Sakinleştirme battaniyesi hakkında bilgi veren Doç. Dr. Renginar Öztürk Dönmez, "Bebeğin bacaklarını rahat hareket edebilecek şekilde içine alan ve bu sayede kalçaya baskı yapılmasını önleyen, torba biçimindeki yapıya sahip, bebeklerde termoregülasyonu düzenleyerek hipotermi riskini azaltan, dört mevsim kullanılabilecek yapıda bir bebek battaniyesi üretmeyi amaçladık. Bebeğin sakinleşmesi, ağlamasının kontrol edilmesi ve daha uzun süre uyuması için kolların sarmalanması esastır. Buluşumuz; bir yönü tüylendirilmiş, diğer yönü pürüzsüz olan, iki yönlü kullanıma sahip viskon bambu iplikten imal edilmiş bir bebek battaniyesi özelliği taşıyor. Sağ ve sol elini baskın olarak kullanan kişiler için; battaniyenin her iki kanadı da uçlara doğru daralıyor. Bebeği kundaklandığında rahatsız etmeyecek, hafif kumaştan imal edilen, kumaş kenarları dikişsiz olan bir bebek battaniyesi tasarladık" diye konuştu.

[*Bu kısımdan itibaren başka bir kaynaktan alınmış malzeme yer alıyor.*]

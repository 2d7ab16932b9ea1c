// Reads the demo network's CSV files back the way a tester would: csv-parse, then every attempt (summary
// rows and attempts rebuilt from their compression streams) with its class and its measured result.
import { parse } from "csv-parse/sync";
import type { DemoNetwork } from "../../../server/demo/generate";
import { analyzeStream, type AttemptMetrics } from "../../../shared/scoring/analyzeStream";
import { DEFAULT_POLICY, type PatientType } from "../../../shared/scoring/policy";
import { scoreAttempt, type AttemptScore } from "../../../shared/scoring/scoreAttempt";

export type Row = Record<string, string>;

export function readCsv(text: string): Row[] {
  return parse(text, { columns: true }) as Row[];
}

export function headerOf(text: string): string[] {
  return (parse(text, { to_line: 1 }) as string[][])[0];
}

export interface DemoFiles {
  classes: Row[];
  attempts: Row[];
  compressions: Row[];
  equipment: Row[];
}

export function readFiles(network: DemoNetwork): DemoFiles {
  return {
    classes: readCsv(network.files.classes),
    attempts: readCsv(network.files.attempts),
    compressions: readCsv(network.files.compressions),
    equipment: readCsv(network.files.equipment),
  };
}

/** Compression rows grouped by attempt, in file order. */
export function streamsByAttempt(compressions: Row[]): Map<string, Row[]> {
  const streams = new Map<string, Row[]>();
  for (const row of compressions) {
    const rows = streams.get(row.attempt_id);
    if (rows) rows.push(row);
    else streams.set(row.attempt_id, [row]);
  }
  return streams;
}

export interface MeasuredAttempt {
  id: string;
  classRow: Row;
  profile: PatientType;
  feedback: string;
  instructorResult: string;
  metrics: Pick<
    AttemptMetrics,
    | "compressions"
    | "depth_mm"
    | "depth_ok_pct"
    | "too_shallow_pct"
    | "too_deep_pct"
    | "rate_ok_pct"
    | "too_slow_pct"
    | "too_fast_pct"
    | "recoil_ok_pct"
    | "hands_on_pct"
    | "longest_pause_s"
  >;
  score: AttemptScore;
}

/** Every attempt of both files, scored under the default policy as the import would score it. */
export function measuredAttempts(files: DemoFiles): MeasuredAttempt[] {
  const classes = new Map(files.classes.map((c) => [c.class_id, c]));
  const measured: MeasuredAttempt[] = [];
  const add = (identity: Row, metrics: MeasuredAttempt["metrics"]) => {
    const profile = identity.profile as PatientType;
    measured.push({
      id: identity.attempt_id,
      classRow: classes.get(identity.class_id)!,
      profile,
      feedback: identity.feedback,
      instructorResult: identity.instructor_result,
      metrics,
      score: scoreAttempt(metrics, profile, DEFAULT_POLICY),
    });
  };
  for (const a of files.attempts) {
    add(a, {
      compressions: Number(a.compressions),
      depth_mm: Number(a.depth_mm),
      depth_ok_pct: Number(a.depth_ok_pct),
      too_shallow_pct: Number(a.too_shallow_pct),
      too_deep_pct: Number(a.too_deep_pct),
      rate_ok_pct: Number(a.rate_ok_pct),
      too_slow_pct: Number(a.too_slow_pct),
      too_fast_pct: Number(a.too_fast_pct),
      recoil_ok_pct: Number(a.recoil_ok_pct),
      hands_on_pct: Number(a.hands_on_pct),
      longest_pause_s: Number(a.longest_pause_s),
    });
  }
  for (const rows of streamsByAttempt(files.compressions).values()) {
    const profile = rows[0].profile as PatientType;
    const metrics = analyzeStream(
      rows.map((r) => ({ t_ms: Number(r.t_ms), depth_mm: Number(r.depth_mm), release_mm: Number(r.release_mm) })),
      DEFAULT_POLICY.bands[profile],
      DEFAULT_POLICY,
    );
    add(rows[0], metrics);
  }
  return measured;
}

export function mean(values: number[]): number {
  return values.reduce((sum, v) => sum + v, 0) / values.length;
}

export function groupBy<T>(items: T[], key: (item: T) => string): Map<string, T[]> {
  const groups = new Map<string, T[]>();
  for (const item of items) {
    const k = key(item);
    const group = groups.get(k);
    if (group) group.push(item);
    else groups.set(k, [item]);
  }
  return groups;
}

/** "2026-Q3" for a YYYY-MM-DD date. */
export function quarterOfDate(date: string): string {
  return `${date.slice(0, 4)}-Q${Math.floor((Number(date.slice(5, 7)) - 1) / 3) + 1}`;
}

"0-6 ay bebeklerde kullanılabilir"


Doç. Dr. Dönmez, "Bu buluş, bebek ürünleri içinde temel gereçlerden biridir. Ürünün üretimi ve sanayileşmesi kolaylıkla mümkündür. 0-6 ay arası bebeği olan tüm anne ve babalar tarafından tercih edilebilir. Battaniyemiz; çocuk hastaneleri, doğum evleri, kreş ve yurtlarda da kullanılabilir" diye konuştu.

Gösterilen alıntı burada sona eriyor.